In most cases, it’s useless to contact Social Security for status updates on a Social Security Disability or SSI claim because they simply won’t know the answers to your questions, because DDS hasn’t finished the medical evaluation.

Tip 7: Representation will increase your chance of winning Social Security Disability or SSI benefits. http://www.disabilitysecrets.com/tip7.html

If a hearing is the next step on your case, make sure you have a representative — either an attorney who specializes in SSD and SSI claims, or a skilled non attorney representative (many of whom are former DDS examiners and social security claims representatives.)

Tip 8: If you have dire financial problems and have a Disability case, let people know.  http://www.disabilitysecrets.com/tip8.html

Submitting a “dire need” letter to expedite your SSD or SSI case isn’t a guarantee that your case will take priority. But even if a dire need letter only shaves a few months off the total time needed to get a hearing date, it’s worth the effort. And always keep a copy of the letter. I would also suggest you get a return receipt request from the post office. It doesn’t cost much, but it’s worth the proof that your letter has been received.

Tip 9: If you have representation on a Social Security Disability or SSI disability case, keep your attorney or non attorney representative fully informed.  http://www.disabilitysecrets.com/tip9.html

If a disability representative is working on your SSDI or SSI case, always keep them updated on what’s happening with your situation, medically or otherwise. And if your doctor gives you a new diagnosis, or tells you that your condition is getting worse, let your representative know this ASAP, since this information could assist, or even win your disability case.

Tip 10: If you have child support obligations which you cannot fulfill, ask your attorney or representative to help. http://www.disabilitysecrets.com/tip10.html

Claimants with child support obligations can have a representative submit letters on their behalf to a Child Support Enforcement Case Worker, or to a Judge. In most instances, while a disability case is pending, statements like this can keep your non-support status from resulting in incarceration, or other penalties.

Tip 11: Contact your Congressman or Senator to help you with your Social Security Disability or SSI claim.  http://www.disabilitysecrets.com/tip11.html

By contacting a Congressman or Senator’s office, a Congressional Inquiry can be made into why a particular SSD or SSI case is taking so long. A simple phone call or letter on your part will encourage an officer’s staff members and sometimes, they can speed a disability hearing, or resolve a problem on your disability claim.

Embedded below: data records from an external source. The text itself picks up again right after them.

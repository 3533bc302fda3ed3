import { getDocument } from 'pdfjs-dist/legacy/build/pdf.mjs'

/** The text of every page of a PDF, pages joined by a form feed, items on a page by a space. */
export async function pdfText(bytes: Buffer | Uint8Array): Promise<string> {
  const pdf = await getDocument({ data: new Uint8Array(bytes), useSystemFonts: false }).promise
  const pages: string[] = []
  for (let i = 1; i <= pdf.numPages; i += 1) {
    const content = await (await pdf.getPage(i)).getTextContent()
    pages.push(content.items.map((item) => ('str' in item ? item.str : '')).join(' '))
  }
  await pdf.destroy()
  return pages.join('\f').replace(/\s+/g, ' ')
}
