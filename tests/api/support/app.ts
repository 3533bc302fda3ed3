import { mkdtempSync, rmSync } from 'node:fs'
import { tmpdir } from 'node:os'
import { join } from 'node:path'
import type { Express } from 'express'
import type { Logger } from 'pino'
import request from 'supertest'
import { openDatabase, type Database } from '#db/client'
import { runMigrations } from '#db/migrate'
import { demoUsers, seedDemo, type DemoUser } from '#db/seed'
import { createApp } from '../../../server/app'
import { loadConfig, type Config } from '../../../server/config'
import type { AppContext } from '../../../server/context'

export interface TestApp {
  app: Express
  ctx: AppContext
  database: Database
  config: Config
  /** A signed-in demo user's bearer header value. */
  tokenFor: (who: DemoWho) => Promise<string>
  /** Waits for the mail the requests started (sign-off messages run after the answer), then removes it all. */
  close: () => Promise<void>
}

/** The demo users by key: one per role in the first crew (and office, inspector), `…2` in the second crew. */
export type DemoWho = DemoUser['key']

const secret = new TextEncoder().encode('test-secret-test-secret-test-secret-0123456789')

/** A fresh app over its own SQLite file: migrations applied, demo scenario seeded, fast hashing. */
export function makeTestApp(
  overrides: Partial<Config> = {},
  options: { seed?: boolean; logger?: Logger } = {},
): TestApp {
  const dataDir = mkdtempSync(join(tmpdir(), 'lightseam-api-'))
  const config = loadConfig(
    {
      NODE_ENV: 'test',
      LIGHTSEAM_DATA_DIR: dataDir,
      LIGHTSEAM_BCRYPT_COST: '4',
      LIGHTSEAM_STATIC_DIR: join(dataDir, 'no-dist'),
    },
    { jwtSecret: secret, ...overrides },
  )
  const database = openDatabase(config.dbFile)
  runMigrations(database.db)
  if (options.seed !== false) seedDemo(database.db, { bcryptCost: 4 })
  const app = createApp({ config, database, version: 'test', logger: options.logger })
  const ctx = app.locals.ctx as AppContext
  const tokens = new Map<string, string>()
  return {
    app,
    ctx,
    database,
    config,
    async tokenFor(who) {
      const cached = tokens.get(who)
      if (cached) return cached
      const user = demoUser(who)
      const res = await request(app)
        .post('/api/auth/sign-in')
        .send({ email: user.email, password: user.password })
      if (res.status !== 200)
        throw new Error(`sign-in as ${who} failed: ${res.status} ${JSON.stringify(res.body)}`)
      const header = `Bearer ${res.body.accessToken as string}`
      tokens.set(who, header)
      return header
    },
    async close() {
      await ctx.mailer.close()
      database.sqlite.close()
      rmSync(dataDir, { recursive: true, force: true })
    },
  }
}

/** The demo account standing for `who`. */
export function demoUser(who: DemoWho) {
  const user = demoUsers.find((u) => u.key === who)
  if (!user) throw new Error(`no demo user ${who}`)
  return user
}

/** Row counts of every table, to prove a refused request wrote nothing. */
export function tableCounts(database: Database): Record<string, number> {
  const tables = database.sqlite
    .prepare(
      "SELECT name FROM sqlite_master WHERE type = 'table' AND name NOT LIKE 'sqlite_%' AND name NOT LIKE '__drizzle%'",
    )
    .all() as { name: string }[]
  return Object.fromEntries(
    tables.map(({ name }) => [
      name,
      (database.sqlite.prepare(`SELECT count(*) AS n FROM "${name}"`).get() as { n: number }).n,
    ]),
  )
}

Tip 12: If you have been approved for Social Security Disability or SSI, you will receive… http://www.disabilitysecrets.com/tip12.html

A monthly benefit amount determined by the Social Security Office, plus a certain amount in past due benefits, based on how long it has taken for your case to be resolved and when your disability actually began. Those whose benefits derive from SSI, may (depending on the state they live in) receive Medicaid. Those whose benefits derive from the Social Security Program (also referred to as Title II and Retirement Survivors Disability Insurance) will receive Medicare.

Tip 13: Get your doctor to write a supporting statement for your Social Security Disability or SSI case. http://www.disabilitysecrets.com/tip13.html

Social Security Disability examiners and judges who hear disability claims are not interested in short statements from personal physicians. If a doctor states that you can’t return to work, or be expected to find “other work” (this is how claimants are generally denied their benefits, by determining that they are capable of doing some type of other work), the doctor must state why you are unable to work.

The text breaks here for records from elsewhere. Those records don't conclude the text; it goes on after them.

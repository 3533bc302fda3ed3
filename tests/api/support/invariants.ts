import type BetterSqlite3 from 'better-sqlite3'
import { loadProjectLimits, recomputeProjectTotals } from '../../../server/repositories/splices'

// The sync promises of SYNC.md as checks on a database file at rest (a backup, a restored copy, a file a
// killed server left): whole pages, one answer per seq with no holes, an effect for every applied create,
// change stamps below the sequence, and maintained totals equal to a rebuild from rows.

/** Every broken promise, in words; empty when the file keeps them all. */
export function syncInvariantProblems(db: BetterSqlite3.Database): string[] {
  const problems: string[] = []
  const integrity = db.pragma('integrity_check', { simple: true })
  if (integrity !== 'ok') problems.push(`integrity_check: ${String(integrity)}`)
  const foreign = db.pragma('foreign_key_check') as unknown[]
  if (foreign.length > 0) problems.push(`foreign_key_check: ${foreign.length} rows`)

  const clients = db
    .prepare(
      `SELECT c.client_id AS clientId, c.last_seq AS lastSeq, count(a.seq) AS answers, coalesce(max(a.seq), 0) AS top
       FROM sync_clients c LEFT JOIN applied_mutations a ON a.client_id = c.client_id GROUP BY c.client_id`,
    )
    .all() as Array<{ clientId: string; lastSeq: number; answers: number; top: number }>
  for (const c of clients) {
    if (c.answers !== c.lastSeq || c.top !== c.lastSeq)
      problems.push(`client ${c.clientId}: last_seq ${c.lastSeq}, ${c.answers} answers up to ${c.top}`)
  }
  const creates = db
    .prepare(
      `SELECT a.client_id AS clientId, count(*) AS applied,
         (SELECT count(*) FROM splices s WHERE s.client_id = a.client_id) AS stored
       FROM applied_mutations a
       WHERE a.name IN ('createSplice', 'resplice') AND json_extract(a.result, '$.status') IN ('applied', 'merged')
       GROUP BY a.client_id`,
    )
    .all() as Array<{ clientId: string; applied: number; stored: number }>
  for (const c of creates) {
    if (c.applied !== c.stored)
      problems.push(`client ${c.clientId}: ${c.applied} applied creates but ${c.stored} splices`)
  }
  const seq = (db.prepare('SELECT value FROM change_seq WHERE id = 1').get() as { value: number }).value
  for (const table of ['splices', 'closures', 'notes', 'photo_links', 'plan_rows']) {
    const top = (
      db.prepare(`SELECT coalesce(max(server_seq), 0) AS top FROM ${table}`).get() as { top: number }
    ).top
    if (top > seq) problems.push(`${table}: server_seq ${top} beyond change_seq ${seq}`)
  }

  // Rebuilt inside a transaction that is rolled back: the file is only read.
  const snapshot = () => JSON.stringify(db.prepare('SELECT * FROM closure_totals ORDER BY closure_id').all())
  const kept = snapshot()
  db.exec('BEGIN')
  try {
    for (const { id } of db.prepare('SELECT id FROM projects').all() as Array<{ id: string }>) {
      const limits = loadProjectLimits(db, id)
      if (limits) recomputeProjectTotals(db, id, limits)
    }
    if (snapshot() !== kept) problems.push('closure_totals differ from a rebuild from rows')
  } finally {
    db.exec('ROLLBACK')
  }
  return problems
}
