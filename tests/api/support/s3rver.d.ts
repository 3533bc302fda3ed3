// The fake S3 server the storage tests start ships no types; these are the members they use.
declare module 's3rver' {
  import type { AddressInfo } from 'node:net'

  interface S3rverOptions {
    address?: string
    port?: number
    silent?: boolean
    directory?: string
    configureBuckets?: Array<{ name: string; configs: Array<string | Buffer> }>
  }

  export default class S3rver {
    constructor(options: S3rverOptions)
    run(): Promise<AddressInfo>
    close(): Promise<void>
  }
}
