#: Okabe & Ito (2008), "Color Universal Design": distinguishable with the common colour-vision deficiencies.
PALETTE: dict[str, str] = {
    "black": "#000000",
    "orange": "#E69F00",
    "sky": "#56B4E9",
    "green": "#009E73",
    "yellow": "#F0E442",
    "blue": "#0072B2",
    "vermillion": "#D55E00",
    "purple": "#CC79A7",
    "grey": "#8C8C8C",
}

#: One colour and one hatch per level, so bars differ by pattern as well as colour.
LEVEL_STYLE: dict[str, tuple[str, str]] = {
    "feasible": (PALETTE["green"], ""),
    "marginal": (PALETTE["orange"], "//"),
    "unchecked": (PALETTE["grey"], ".."),
    "infeasible": (PALETTE["vermillion"], "xx"),
}

_LOCK = threading.Lock()
#: Held while matplotlib draws; take it to render figures kept by :func:`figures_kept` (the PDF packet).
DRAWING_LOCK = _LOCK
_SIZE = (7.2, 3.4)
_kept = threading.local()


#: The request plots' own colours (night, semester and S/N): chosen to stay apart in lightness as well as hue,
#: and every line or area also differs by line style or hatching, so the plots read in grey or without colour.
INK: dict[str, str] = {
    "target": "#1F3A5F",  # deep blue-black: the target, the plot's main line
    "moon": "#7A4E9B",  # violet
    "limit": "#B23A48",  # brick red: the request's airmass limit
    "floor": "#4D4D4D",  # dark grey: the site's and mount's lowest altitude
    "ground": "#8A6E4B",  # earth brown: the horizon profile
    "usable": "#2E8B57",  # sea green: the usable stretch
    "twilight": "#F1E6C8",  # pale sand: the Sun less than the night's depth below the horizon
    "night": "#DCE3EC",  # pale slate: true night
    "weather": "#8FA9C9",
    "schedule": "#E0B04A",
    "lunar": "#B8A1D1",
    "hidden": "#D3D3D3",
}

#: Airmasses labelled on the night plot's right-hand scale.
_AIRMASS_TICKS = (1.0, 1.1, 1.2, 1.5, 2.0, 3.0)


def local_time_offset_hours(longitude_deg: float) -> float:
    """Local mean solar time minus UTC, in hours: the longitude (east positive) over 15° per hour.

    Mean solar time turns with the mean Sun, 360° in 24 hours, so a place 15° east
    of Greenwich has its mean noon one hour earlier in UTC (definition of local mean time).
    """
    return longitude_deg / 15.0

Tip 14: Make sure your doctor REALLY DOES support your SSD or SSI disability case. http://www.disabilitysecrets.com/tip14.html

It may be that the doctor does not consider you disabled at all, regardless of whatever statements they have made to the contrary (though it is distressing to hear, doctors will often say one thing to a claimant’s face and “say” something else in their medical records). Or the doc may just not have the time in his busy practice to go through all of the considerable paperwork involved in your Social Security Disability or SSI case. However, in some instances, a brief conversation with your doctor may settle the issue quickly. The personal documented review of your own medical records will inform the doctor of the extent to which your will be helpful…or not.

On this website, you’ll find out about Social Security Disability Topics http://www.disabilitysecrets.com/resources/social-security-disability Types and Definitions of Disabilities http://www.disabilitysecrets.com/resources/disability Disability Issues http://www.disabilitysecrets.com/resources/disability/about-disability Disability Resources http://www.disabilitysecrets.com/resources/disability Workers Compensation http://www.disabilitysecrets.com/resources/workers-compensation Survivor’s Benefits http://www.socialsecurity.gov/survivorplan/ifyou.htm Social Security Basics http://www.disabilitysecrets.com/resources/social-security-disability/social-security-basics Filing for Social Security http://www.disabilitysecrets.com/resources/social-security-disability/filing-for-social-security plus a wealth of other helpful information.

And this is just the tip of the iceberg!

To read more, go to http://www.disabilitysecrets.com/ and click on the appropriate subjects…

To subscribe to Epilepsytalk.com and get the latest articles by email, simply go to the bottom box of the right column and click on “Sign me up!”

Resources:

http://www.disabilitysecrets.com/

http://www.disabilitysecrets.com/applying-for-disability-with-seizure-disorder.html


29 Comments »

  1. A few things I found out.

    1. If you are a parent of a child w/ Epilepsy/Seizure Disorder you Must file B4 they are 19. If You, Yourself, file after 19, you will not receive payment for Previous ‘episodes’. (Maybe a Lawyer can help w/ that. ????)

    2. If married, your claim can be Denied due to too many Assets or based on Hubby’s Income/Insurance/ Benefits. 1 house & 1 car is the Limit for Assets! And $2000 a mth, Annual Income is the Cut-off. (Again, possibly a Lawyer can help)

    3. If you don’t have enough Work Credits, SSI can be denied. But, you are still able to file for Disability.

    4. It can take a yr or 2. Be Patient. Be Persistent!

    Candi

    Like

    Comment by candi — August 11, 2011 @ 4:04 PM

    • Thanks Candi for the added info. Brilliant and needed, as always.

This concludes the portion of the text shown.